_Data shown:_
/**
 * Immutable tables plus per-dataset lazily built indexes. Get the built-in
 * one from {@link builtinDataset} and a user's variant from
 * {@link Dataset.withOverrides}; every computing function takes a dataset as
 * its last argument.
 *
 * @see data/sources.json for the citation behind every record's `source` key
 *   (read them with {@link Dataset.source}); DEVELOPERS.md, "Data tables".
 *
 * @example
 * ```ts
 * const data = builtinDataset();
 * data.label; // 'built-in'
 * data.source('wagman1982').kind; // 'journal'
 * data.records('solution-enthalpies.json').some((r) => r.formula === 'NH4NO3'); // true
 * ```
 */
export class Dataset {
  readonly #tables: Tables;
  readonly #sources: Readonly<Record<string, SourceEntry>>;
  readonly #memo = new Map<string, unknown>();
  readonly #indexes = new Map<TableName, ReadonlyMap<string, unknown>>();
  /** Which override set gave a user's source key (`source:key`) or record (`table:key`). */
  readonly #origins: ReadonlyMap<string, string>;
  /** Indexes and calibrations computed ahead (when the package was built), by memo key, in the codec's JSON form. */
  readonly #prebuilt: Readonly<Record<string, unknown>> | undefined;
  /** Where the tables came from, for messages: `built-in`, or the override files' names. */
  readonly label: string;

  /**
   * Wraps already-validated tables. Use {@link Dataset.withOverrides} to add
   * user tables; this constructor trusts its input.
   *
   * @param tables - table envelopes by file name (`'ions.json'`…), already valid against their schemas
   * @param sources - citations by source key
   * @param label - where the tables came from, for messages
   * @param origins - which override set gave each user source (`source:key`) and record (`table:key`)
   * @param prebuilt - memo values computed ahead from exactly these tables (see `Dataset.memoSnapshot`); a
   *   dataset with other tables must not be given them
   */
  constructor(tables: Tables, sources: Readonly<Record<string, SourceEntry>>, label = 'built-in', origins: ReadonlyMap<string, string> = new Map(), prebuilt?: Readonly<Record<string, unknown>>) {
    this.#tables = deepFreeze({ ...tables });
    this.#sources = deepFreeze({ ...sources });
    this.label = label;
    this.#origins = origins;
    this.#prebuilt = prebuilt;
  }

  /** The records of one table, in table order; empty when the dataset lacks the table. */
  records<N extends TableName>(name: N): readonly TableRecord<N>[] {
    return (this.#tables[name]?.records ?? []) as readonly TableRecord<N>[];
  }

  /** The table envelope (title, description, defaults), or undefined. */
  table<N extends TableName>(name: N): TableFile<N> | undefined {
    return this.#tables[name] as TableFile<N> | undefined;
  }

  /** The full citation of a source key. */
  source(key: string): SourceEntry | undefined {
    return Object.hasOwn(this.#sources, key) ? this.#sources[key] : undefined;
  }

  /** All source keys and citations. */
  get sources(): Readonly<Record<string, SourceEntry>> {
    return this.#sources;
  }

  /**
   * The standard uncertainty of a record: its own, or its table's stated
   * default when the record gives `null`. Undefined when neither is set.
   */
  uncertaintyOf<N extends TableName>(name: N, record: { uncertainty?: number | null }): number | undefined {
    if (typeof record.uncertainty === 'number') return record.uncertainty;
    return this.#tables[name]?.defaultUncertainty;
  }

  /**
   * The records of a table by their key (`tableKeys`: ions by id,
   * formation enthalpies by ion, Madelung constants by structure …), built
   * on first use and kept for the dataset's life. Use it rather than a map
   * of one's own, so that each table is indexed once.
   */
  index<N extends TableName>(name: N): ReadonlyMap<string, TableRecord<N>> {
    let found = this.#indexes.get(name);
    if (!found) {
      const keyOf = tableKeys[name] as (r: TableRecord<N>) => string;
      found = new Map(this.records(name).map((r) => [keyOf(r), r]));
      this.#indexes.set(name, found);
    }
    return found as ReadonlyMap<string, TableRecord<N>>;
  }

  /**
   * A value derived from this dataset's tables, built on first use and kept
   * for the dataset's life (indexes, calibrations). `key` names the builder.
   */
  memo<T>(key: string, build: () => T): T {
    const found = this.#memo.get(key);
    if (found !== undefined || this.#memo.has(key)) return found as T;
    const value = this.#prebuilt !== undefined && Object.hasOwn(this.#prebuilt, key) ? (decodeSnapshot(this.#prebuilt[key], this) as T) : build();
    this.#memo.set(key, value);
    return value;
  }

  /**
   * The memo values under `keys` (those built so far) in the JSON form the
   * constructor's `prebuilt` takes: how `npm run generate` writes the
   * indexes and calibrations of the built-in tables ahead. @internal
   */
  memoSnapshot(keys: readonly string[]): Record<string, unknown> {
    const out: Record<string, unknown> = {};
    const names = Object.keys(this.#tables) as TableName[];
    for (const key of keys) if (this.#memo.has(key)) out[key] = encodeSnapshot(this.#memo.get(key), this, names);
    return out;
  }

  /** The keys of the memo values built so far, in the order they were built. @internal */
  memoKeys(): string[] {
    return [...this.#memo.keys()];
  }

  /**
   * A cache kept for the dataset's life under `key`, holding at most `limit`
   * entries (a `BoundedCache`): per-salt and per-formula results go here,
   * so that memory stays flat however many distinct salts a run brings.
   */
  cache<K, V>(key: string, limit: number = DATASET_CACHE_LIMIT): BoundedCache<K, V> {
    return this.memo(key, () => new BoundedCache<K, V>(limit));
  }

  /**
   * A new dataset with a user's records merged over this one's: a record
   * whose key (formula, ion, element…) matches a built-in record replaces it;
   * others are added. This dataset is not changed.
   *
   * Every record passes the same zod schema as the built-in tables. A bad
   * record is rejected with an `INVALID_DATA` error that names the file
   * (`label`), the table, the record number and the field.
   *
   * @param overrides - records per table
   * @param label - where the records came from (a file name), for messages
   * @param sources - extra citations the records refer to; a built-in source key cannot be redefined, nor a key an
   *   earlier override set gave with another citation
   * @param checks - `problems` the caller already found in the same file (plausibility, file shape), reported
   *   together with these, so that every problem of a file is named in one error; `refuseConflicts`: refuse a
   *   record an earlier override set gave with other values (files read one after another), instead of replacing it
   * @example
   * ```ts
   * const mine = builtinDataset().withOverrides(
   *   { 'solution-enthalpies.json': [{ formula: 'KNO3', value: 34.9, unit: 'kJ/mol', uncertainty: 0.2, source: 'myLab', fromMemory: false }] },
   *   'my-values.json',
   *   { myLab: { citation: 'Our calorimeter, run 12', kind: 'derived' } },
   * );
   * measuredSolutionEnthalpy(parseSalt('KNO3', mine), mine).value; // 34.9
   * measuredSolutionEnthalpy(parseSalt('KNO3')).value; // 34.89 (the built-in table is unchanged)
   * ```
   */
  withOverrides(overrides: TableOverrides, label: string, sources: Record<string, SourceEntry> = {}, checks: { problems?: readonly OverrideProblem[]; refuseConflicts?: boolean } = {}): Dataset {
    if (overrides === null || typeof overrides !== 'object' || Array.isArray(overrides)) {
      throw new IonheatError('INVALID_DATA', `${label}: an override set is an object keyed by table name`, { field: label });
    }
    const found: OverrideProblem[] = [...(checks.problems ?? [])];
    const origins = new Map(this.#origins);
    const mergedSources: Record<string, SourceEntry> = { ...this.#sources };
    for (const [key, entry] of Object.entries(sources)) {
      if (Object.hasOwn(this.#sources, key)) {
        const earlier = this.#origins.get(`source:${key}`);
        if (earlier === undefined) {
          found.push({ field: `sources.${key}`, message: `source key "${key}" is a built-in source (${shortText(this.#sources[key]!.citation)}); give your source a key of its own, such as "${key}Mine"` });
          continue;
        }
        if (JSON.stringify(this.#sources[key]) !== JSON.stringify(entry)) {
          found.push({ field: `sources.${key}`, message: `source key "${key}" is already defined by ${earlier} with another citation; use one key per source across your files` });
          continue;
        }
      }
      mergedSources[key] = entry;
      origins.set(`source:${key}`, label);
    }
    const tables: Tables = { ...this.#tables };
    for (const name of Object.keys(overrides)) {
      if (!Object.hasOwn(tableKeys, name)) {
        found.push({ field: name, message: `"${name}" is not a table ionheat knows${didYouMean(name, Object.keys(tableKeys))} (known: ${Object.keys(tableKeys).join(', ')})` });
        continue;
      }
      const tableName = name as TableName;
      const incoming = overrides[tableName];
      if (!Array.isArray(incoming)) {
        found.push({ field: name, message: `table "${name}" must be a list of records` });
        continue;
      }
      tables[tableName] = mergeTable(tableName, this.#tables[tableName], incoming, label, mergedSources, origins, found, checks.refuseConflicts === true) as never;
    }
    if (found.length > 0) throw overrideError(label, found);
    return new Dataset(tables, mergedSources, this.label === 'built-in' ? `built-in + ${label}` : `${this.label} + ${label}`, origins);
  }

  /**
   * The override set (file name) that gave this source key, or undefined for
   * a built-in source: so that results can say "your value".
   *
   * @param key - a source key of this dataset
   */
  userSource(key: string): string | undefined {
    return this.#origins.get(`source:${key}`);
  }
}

_Assignment:_ Quote the listing word for word from its first line through the line in which "data/sources.json for the" appears.

_Answer section:_
/**
 * Immutable tables plus per-dataset lazily built indexes. Get the built-in
 * one from {@link builtinDataset} and a user's variant from
 * {@link Dataset.withOverrides}; every computing function takes a dataset as
 * its last argument.
 *
 * @see data/sources.json for the citation behind every record's `source` key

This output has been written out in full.